**Exercise requirements:** Output the data that follows, keeping every line identical.

**Data to examine:**
┄┄┄┄┄┄

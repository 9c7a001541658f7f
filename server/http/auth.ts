import passport from "passport";
import { Strategy as LocalStrategy } from "passport-local";
import session from "express-session";
import connectPgSimple from "connect-pg-simple";
import type { IncomingMessage } from "node:http";
import pg from "pg";
import type { RequestHandler } from "express";
import type { Config } from "../config.ts";
import { findUserBySignIn } from "../accounts/service.ts";
import { toSessionUser } from "../accounts/dto.ts";
import { User } from "../db/models.ts";

export const SESSION_COOKIE = "clearbench.sid";

passport.use(
  new LocalStrategy({ usernameField: "email", passwordField: "password" }, (email, password, done) => {
    findUserBySignIn(email, password).then(
      (user) => done(null, user ? toSessionUser(user) : false),
      (err: unknown) => done(err),
    );
  }),
);
passport.serializeUser((user, done) => done(null, user.id));
// Runs on every signed-in request: only the columns the session user needs (never the password hash), one index probe,
// read as a plain row rather than a model instance.
const SESSION_USER_COLUMNS = ["id", "email", "name", "role", "companyId", "technicianId"] as const;
passport.deserializeUser(
  (req: IncomingMessage, id: number, done: (err: unknown, user?: Express.User | false) => void) => {
    // Normally the session read already brought the user's row (SessionUserStore below): no second statement.
    const prefetched = takePrefetchedUser(req, id);
    if (prefetched !== undefined) {
      done(null, prefetched ? toSessionUser(prefetched as User) : false);
      return;
    }
    User.findOne({ where: { id, active: true }, attributes: [...SESSION_USER_COLUMNS], raw: true }).then(
      (user) => done(null, user ? toSessionUser(user) : false),
      (err: unknown) => done(err),
    );
  },
);

/** The session user's columns, as the joined session read returns them (null when the user is gone or inactive). */
type PrefetchedUser = Pick<User, (typeof SESSION_USER_COLUMNS)[number]>;
const PREFETCHED = Symbol("clearbench.sessionUser");
// The joined read's user travels from the store's get() to createSession() inside the session object, under a key no
// session data uses, and is taken off before express-session copies or hashes the data.
const PREFETCH_KEY = "__clearbenchSessionUser";

type RequestWithPrefetch = IncomingMessage & { [PREFETCHED]?: { id: number; user: PrefetchedUser | null } };

function takePrefetchedUser(req: IncomingMessage, id: number): PrefetchedUser | null | undefined {
  const r = req as RequestWithPrefetch;
  const found = r[PREFETCHED];
  delete r[PREFETCHED];
  return found && found.id === id ? found.user : undefined;
}

declare module "express-session" {
  interface SessionData {
    /** When the session's expiry was last pushed back (ms since 1970); changing it makes express-session save the row. */
    renewedAt?: number;
  }
}

/** One working shift of inactivity at most. */
const SESSION_MAX_AGE_MS = 8 * 60 * 60_000;
/** Pushed back once less than this is left, so a working session keeps going without writing its row on every request. */
const RENEW_WHEN_LEFT_MS = SESSION_MAX_AGE_MS / 2;

/**
 * Sessions neither roll nor touch on every request (each was an UPDATE of the session row): a signed-in session is
 * saved with a fresh expiry, and its cookie sent again, only once less than half a shift is left. A session idle for
 * between half a shift and a whole one ends, as before only one idle for a whole shift did.
 */
export const renewSessionNearExpiry: RequestHandler = (req, _res, next) => {
  const left = req.session?.cookie.maxAge;
  if (req.user && typeof left === "number" && left < RENEW_WHEN_LEFT_MS) {
    req.session.touch();
    req.session.renewedAt = Date.now();
  }
  next();
};

/**
 * connect-pg-simple, with the session row and its signed-in user read in one statement: every signed-in request used to
 * send two (the session, then the user), and the user is still read fresh each time, so a deactivated account or a
 * changed role takes effect at the next request as before.
 */
function sessionUserStore(pool: pg.Pool) {
  const PgStore = connectPgSimple(session);
  return class SessionUserStore extends PgStore {
    override get(sid: string, fn: (err: unknown, sess?: session.SessionData | null) => void): void {
      pool
        .query<{ sess: session.SessionData | string; user: PrefetchedUser | null }>({
          // Prepared once per connection: it runs on every signed-in request.
          name: "clearbench_session_user",
          text: `SELECT s.sess, CASE WHEN u.id IS NULL THEN NULL ELSE json_build_object('id', u.id, 'email', u.email,
                  'name', u.name, 'role', u.role, 'companyId', u.company_id, 'technicianId', u.technician_id) END AS user
             FROM session s
             LEFT JOIN users u ON jsonb_typeof(s.sess::jsonb #> '{passport,user}') = 'number'
              AND u.id = (s.sess::jsonb #>> '{passport,user}')::int AND u.active
            WHERE s.sid = $1 AND s.expire >= CURRENT_TIMESTAMP`,
          values: [sid],
        })
        .then(
          ({ rows }) => {
            const row = rows[0];
            if (!row) return fn(null, null);
            let sess: session.SessionData;
            try {
              sess = typeof row.sess === "string" ? (JSON.parse(row.sess) as session.SessionData) : row.sess;
            } catch {
              return this.destroy(sid, (err) => fn(err));
            }
            (sess as unknown as Record<string, unknown>)[PREFETCH_KEY] = row.user;
            fn(null, sess);
          },
          (err: unknown) => fn(err),
        );
    }

    override createSession(
      req: IncomingMessage,
      sess: session.SessionData,
    ): session.Session & session.SessionData {
      const data = sess as unknown as Record<string, unknown> & { passport?: { user?: unknown } };
      if (PREFETCH_KEY in data) {
        const id = data.passport?.user;
        if (typeof id === "number")
          (req as RequestWithPrefetch)[PREFETCHED] = {
            id,
            user: data[PREFETCH_KEY] as PrefetchedUser | null,
          };
        delete data[PREFETCH_KEY];
      }
      return super.createSession(req as Parameters<session.Store["createSession"]>[0], sess);
    }
  };
}

/** Sessions live in PostgreSQL (table `session`), so any server instance can serve any request. */
export function sessionMiddleware(config: Config, pool: pg.Pool): RequestHandler {
  const SessionUserStore = sessionUserStore(pool);
  return session({
    name: SESSION_COOKIE,
    secret: config.SESSION_SECRET,
    store: new SessionUserStore({
      pool,
      tableName: "session",
      createTableIfMissing: false,
      pruneSessionInterval: 15 * 60,
      // No UPDATE of the row on every request; renewSessionNearExpiry saves it when its expiry must move.
      disableTouch: true,
    }),
    resave: false,
    saveUninitialized: false,
    rolling: false,
    proxy: config.NODE_ENV === "production",
    cookie: {
      httpOnly: true,
      sameSite: "lax",
      secure: config.NODE_ENV === "production",
      maxAge: SESSION_MAX_AGE_MS,
    },
  });
}

export { passport };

┄┄┄┄┄┄

**Solution for this exercise:**
repository 9c7a001541658f7f
filename server/http/auth.ts
import passport from "passport";
import { Strategy as LocalStrategy } from "passport-local";
import session from "express-session";
import connectPgSimple from "connect-pg-simple";
import type { IncomingMessage } from "node:http";
import pg from "pg";
import type { RequestHandler } from "express";
import type { Config } from "../config.ts";
import { findUserBySignIn } from "../accounts/service.ts";
import { toSessionUser } from "../accounts/dto.ts";
import { User } from "../db/models.ts";

export const SESSION_COOKIE = "clearbench.sid";

passport.use(
  new LocalStrategy({ usernameField: "email", passwordField: "password" }, (email, password, done) => {
    findUserBySignIn(email, password).then(
      (user) => done(null, user ? toSessionUser(user) : false),
      (err: unknown) => done(err),
    );
  }),
);
passport.serializeUser((user, done) => done(null, user.id));
// Runs on every signed-in request: only the columns the session user needs (never the password hash), one index probe,
// read as a plain row rather than a model instance.
const SESSION_USER_COLUMNS = ["id", "email", "name", "role", "companyId", "technicianId"] as const;
passport.deserializeUser(
  (req: IncomingMessage, id: number, done: (err: unknown, user?: Express.User | false) => void) => {
    // Normally the session read already brought the user's row (SessionUserStore below): no second statement.
    const prefetched = takePrefetchedUser(req, id);
    if (prefetched !== undefined) {
      done(null, prefetched ? toSessionUser(prefetched as User) : false);
      return;
    }
    User.findOne({ where: { id, active: true }, attributes: [...SESSION_USER_COLUMNS], raw: true }).then(
      (user) => done(null, user ? toSessionUser(user) : false),
      (err: unknown) => done(err),
    );
  },
);

/** The session user's columns, as the joined session read returns them (null when the user is gone or inactive). */
type PrefetchedUser = Pick<User, (typeof SESSION_USER_COLUMNS)[number]>;
const PREFETCHED = Symbol("clearbench.sessionUser");
// The joined read's user travels from the store's get() to createSession() inside the session object, under a key no
// session data uses, and is taken off before express-session copies or hashes the data.
const PREFETCH_KEY = "__clearbenchSessionUser";

type RequestWithPrefetch = IncomingMessage & { [PREFETCHED]?: { id: number; user: PrefetchedUser | null } };

function takePrefetchedUser(req: IncomingMessage, id: number): PrefetchedUser | null | undefined {
  const r = req as RequestWithPrefetch;
  const found = r[PREFETCHED];
  delete r[PREFETCHED];
  return found && found.id === id ? found.user : undefined;
}

declare module "express-session" {
  interface SessionData {
    /** When the session's expiry was last pushed back (ms since 1970); changing it makes express-session save the row. */
    renewedAt?: number;
  }
}

/** One working shift of inactivity at most. */
const SESSION_MAX_AGE_MS = 8 * 60 * 60_000;
/** Pushed back once less than this is left, so a working session keeps going without writing its row on every request. */
const RENEW_WHEN_LEFT_MS = SESSION_MAX_AGE_MS / 2;

/**
 * Sessions neither roll nor touch on every request (each was an UPDATE of the session row): a signed-in session is
 * saved with a fresh expiry, and its cookie sent again, only once less than half a shift is left. A session idle for
 * between half a shift and a whole one ends, as before only one idle for a whole shift did.
 */
export const renewSessionNearExpiry: RequestHandler = (req, _res, next) => {
  const left = req.session?.cookie.maxAge;
  if (req.user && typeof left === "number" && left < RENEW_WHEN_LEFT_MS) {
    req.session.touch();
    req.session.renewedAt = Date.now();
  }
  next();
};

/**
 * connect-pg-simple, with the session row and its signed-in user read in one statement: every signed-in request used to
 * send two (the session, then the user), and the user is still read fresh each time, so a deactivated account or a
 * changed role takes effect at the next request as before.
 */
function sessionUserStore(pool: pg.Pool) {
  const PgStore = connectPgSimple(session);
  return class SessionUserStore extends PgStore {
    override get(sid: string, fn: (err: unknown, sess?: session.SessionData | null) => void): void {
      pool
        .query<{ sess: session.SessionData | string; user: PrefetchedUser | null }>({
          // Prepared once per connection: it runs on every signed-in request.
          name: "clearbench_session_user",
          text: `SELECT s.sess, CASE WHEN u.id IS NULL THEN NULL ELSE json_build_object('id', u.id, 'email', u.email,
                  'name', u.name, 'role', u.role, 'companyId', u.company_id, 'technicianId', u.technician_id) END AS user
             FROM session s
             LEFT JOIN users u ON jsonb_typeof(s.sess::jsonb #> '{passport,user}') = 'number'
              AND u.id = (s.sess::jsonb #>> '{passport,user}')::int AND u.active
            WHERE s.sid = $1 AND s.expire >= CURRENT_TIMESTAMP`,
          values: [sid],
        })
        .then(
          ({ rows }) => {
            const row = rows[0];
            if (!row) return fn(null, null);
            let sess: session.SessionData;
            try {
              sess = typeof row.sess === "string" ? (JSON.parse(row.sess) as session.SessionData) : row.sess;
            } catch {
              return this.destroy(sid, (err) => fn(err));
            }
            (sess as unknown as Record<string, unknown>)[PREFETCH_KEY] = row.user;
            fn(null, sess);
          },
          (err: unknown) => fn(err),
        );
    }

    override createSession(
      req: IncomingMessage,
      sess: session.SessionData,
    ): session.Session & session.SessionData {
      const data = sess as unknown as Record<string, unknown> & { passport?: { user?: unknown } };
      if (PREFETCH_KEY in data) {
        const id = data.passport?.user;
        if (typeof id === "number")
          (req as RequestWithPrefetch)[PREFETCHED] = {
            id,
            user: data[PREFETCH_KEY] as PrefetchedUser | null,
          };
        delete data[PREFETCH_KEY];
      }
      return super.createSession(req as Parameters<session.Store["createSession"]>[0], sess);
    }
  };
}

/** Sessions live in PostgreSQL (table `session`), so any server instance can serve any request. */
export function sessionMiddleware(config: Config, pool: pg.Pool): RequestHandler {
  const SessionUserStore = sessionUserStore(pool);
  return session({
    name: SESSION_COOKIE,
    secret: config.SESSION_SECRET,
    store: new SessionUserStore({
      pool,
      tableName: "session",
      createTableIfMissing: false,
      pruneSessionInterval: 15 * 60,
      // No UPDATE of the row on every request; renewSessionNearExpiry saves it when its expiry must move.
      disableTouch: true,
    }),
    resave: false,
    saveUninitialized: false,
    rolling: false,
    proxy: config.NODE_ENV === "production",
    cookie: {
      httpOnly: true,
      sameSite: "lax",
      secure: config.NODE_ENV === "production",
      maxAge: SESSION_MAX_AGE_MS,
    },
  });
}

export { passport };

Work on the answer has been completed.